New report card on state psychiatric laws gives Maryland lowest grade in US

A report card looking at state psychiatric laws ranks Maryland the lowest in the country.

Lisa Dailey, director of advocacy for the Treatment Advocacy Center, said their report titled, “Grading the State: An Analysis of U.S. Psychiatric Treatment Laws,” gave Maryland an F.

The poor rating is based on vague laws surrounding involuntary commitment.

“It is a great place to be if you need psychiatric care — as long as you can volunteer for it,” Dailey said. “It’s a place where you may or may not get a good result based on where you are, and whether or not the person interpreting that criteria understands what they should be looking at.”

Dailey said other findings in the report include no outpatient legislation in Maryland and ambiguity in Maryland’s inpatient law, leading to increased chances for police interaction and creating barriers to treatment.

Maryland’s psychiatric treatment laws received a score of 18 out of 100. Minnesota achieved the highest combined score, with 97 out of 100 points. 

This is the second year in a row that Maryland ranked the lowest in the country. 

Locally, Virginia received a grade of B- with a score of 82 out of 100; and D.C. received a grade of F with a score of 56 out of 100.

Additionally, when patients are involuntarily admitted for emergency psychiatric treatment in Maryland, they are only held for 30 hours.

“That’s just such a short period of time when you consider the shortage of psychiatrists and evaluators,” Dailey said.

According to Dailey, only six states have short emergency custody timelines, and there’s one other state that’s about the same as Maryland.

She said that the vagueness of Maryland’s laws are part of why it has a low ranking.

“The statute doesn’t have a lot of detail in it.

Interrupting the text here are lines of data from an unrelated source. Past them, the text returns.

"""A Dask distributed cluster for the worker pool (sizer.workers): `--cluster ADDRESS` names an
existing scheduler (`pip install 'sizer[cluster]'`); the address is checked and tried at once, so
that a wrong one is one line of bad input within CLUSTER_TIMEOUT, never a long wait."""

from __future__ import annotations

from typing import Any

from sizer.errors import InputError

CLUSTER_TIMEOUT = 5.0  # s: the longest a cluster address is tried before it is refused
DASK_PORT = 8786


def cluster_client(address: str) -> Any:
    """A Dask client connected to `address` (tcp:// or host:port); InputError when dask is missing, the
    address is of another kind, or no Dask scheduler answers there within CLUSTER_TIMEOUT."""
    import time

    try:
        from distributed import Client
    except ImportError:
        raise InputError("", "--cluster", "Dask distributed is not installed", "pip install 'sizer[cluster]'") from None
    started = time.monotonic()
    host, port = cluster_host_port(address)
    probe_scheduler(address, host, port)
    left = max(1.0, CLUSTER_TIMEOUT - (time.monotonic() - started))
    try:
        return Client(f"tcp://{host}:{port}" if ":" not in host else f"tcp://[{host}]:{port}", timeout=f"{left:.1f}s", set_as_default=False)
    except Exception as exc:  # any failure to connect is the address's: one line
        raise InputError("", "--cluster", f"no Dask scheduler answers at {address!r} ({type(exc).__name__}: {str(exc)[:120]})",
                         "give the scheduler's address, e.g. tcp://10.0.0.5:8786, and check that it is running") from None


def cluster_host_port(address: str) -> tuple[str, int]:
    """(host, port) of a --cluster address: tcp://HOST:PORT, HOST:PORT or HOST (port 8786); IPv6 hosts
    in brackets. InputError for any other scheme (ucx://, tls://, ...) or a malformed address."""
    fix = "give the scheduler's address as tcp://HOST:PORT, e.g. tcp://10.0.0.5:8786"
    text = address.strip()
    scheme, separator, rest = text.partition("://")
    if not separator:
        scheme, rest = "tcp", text
    if scheme.lower() != "tcp":
        raise InputError("", "--cluster", f"the {scheme[:20]!r} protocol is not supported (only tcp://)", fix)
    if rest.startswith("["):
        host, _, tail = rest[1:].partition("]")
        port_text = tail.removeprefix(":") if tail.startswith(":") else ("" if not tail else None)
    else:
        host, _, port_text = rest.partition(":")
    if not host or port_text is None or "/" in rest or any(ch.isspace() for ch in rest):
        raise InputError("", "--cluster", f"{address[:80]!r} is not a scheduler address", fix)
    if not port_text:
        return host, DASK_PORT
    if not port_text.isdigit() or not 0 < int(port_text) < 65536:
        raise InputError("", "--cluster", f"{port_text[:20]!r} is not a port number", fix)
    return host, int(port_text)


def probe_scheduler(address: str, host: str, port: int) -> None:
    """InputError unless a Dask scheduler answers at host:port within CLUSTER_TIMEOUT: it is reached,
    and it sends its greeting first (a short framed message naming its compression and pickle
    protocol), which no web or other server does. Checked before Dask is given the address, which
    would otherwise wait for its own timeout or read another server's reply as a frame length."""
    import socket
    import time

    fix = "give the scheduler's address, e.g. tcp://10.0.0.5:8786, and check that it is running"
    deadline = time.monotonic() + CLUSTER_TIMEOUT
    try:
        connection = socket.create_connection((host, port), timeout=CLUSTER_TIMEOUT)
    except (OSError, UnicodeError, ValueError) as exc:
        raise InputError("", "--cluster", f"cannot reach {address[:80]!r} ({getattr(exc, 'strerror', None) or exc or 'timed out'})", fix) from None
    greeting = b""
    with connection:
        try:
            while len(greeting) < 64 and time.monotonic() < deadline:
                connection.settimeout(max(0.05, deadline - time.monotonic()))
                chunk = connection.recv(64 - len(greeting))
                if not chunk:
                    break
                greeting += chunk
        except OSError:  # timed out or reset: judged on what came
            pass
    if not _looks_like_dask(greeting):
        raise InputError("", "--cluster", f"the server at {address[:80]!r} is not a Dask scheduler (no Dask greeting within "
                         f"{CLUSTER_TIMEOUT:g} s)", fix)


def _looks_like_dask(greeting: bytes) -> bool:
    """True when `greeting` starts as a Dask comm handshake: a little-endian 8-byte total length under
    1 MiB, then a small frame count, and its msgpack names the compression or pickle protocol."""
    if len(greeting) < 16:
        return False
    length, frames = int.from_bytes(greeting[:8], "little"), int.from_bytes(greeting[8:16], "little")
    return 0 < length < 2**20 and 0 < frames < 64 and (b"compression" in greeting or b"pickle" in greeting)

There’s not a lot of information available in terms of what definitions the legislature could have put in place,” Dailey said.

Recommendations for Maryland legislators from the Treatment Advocacy Center include extending the duration of emergency holds to 72 hours or more, provide an adequate definition of danger to self or others, add a grave disability criteria, and adopt statutory authority for outpatient civil commitment.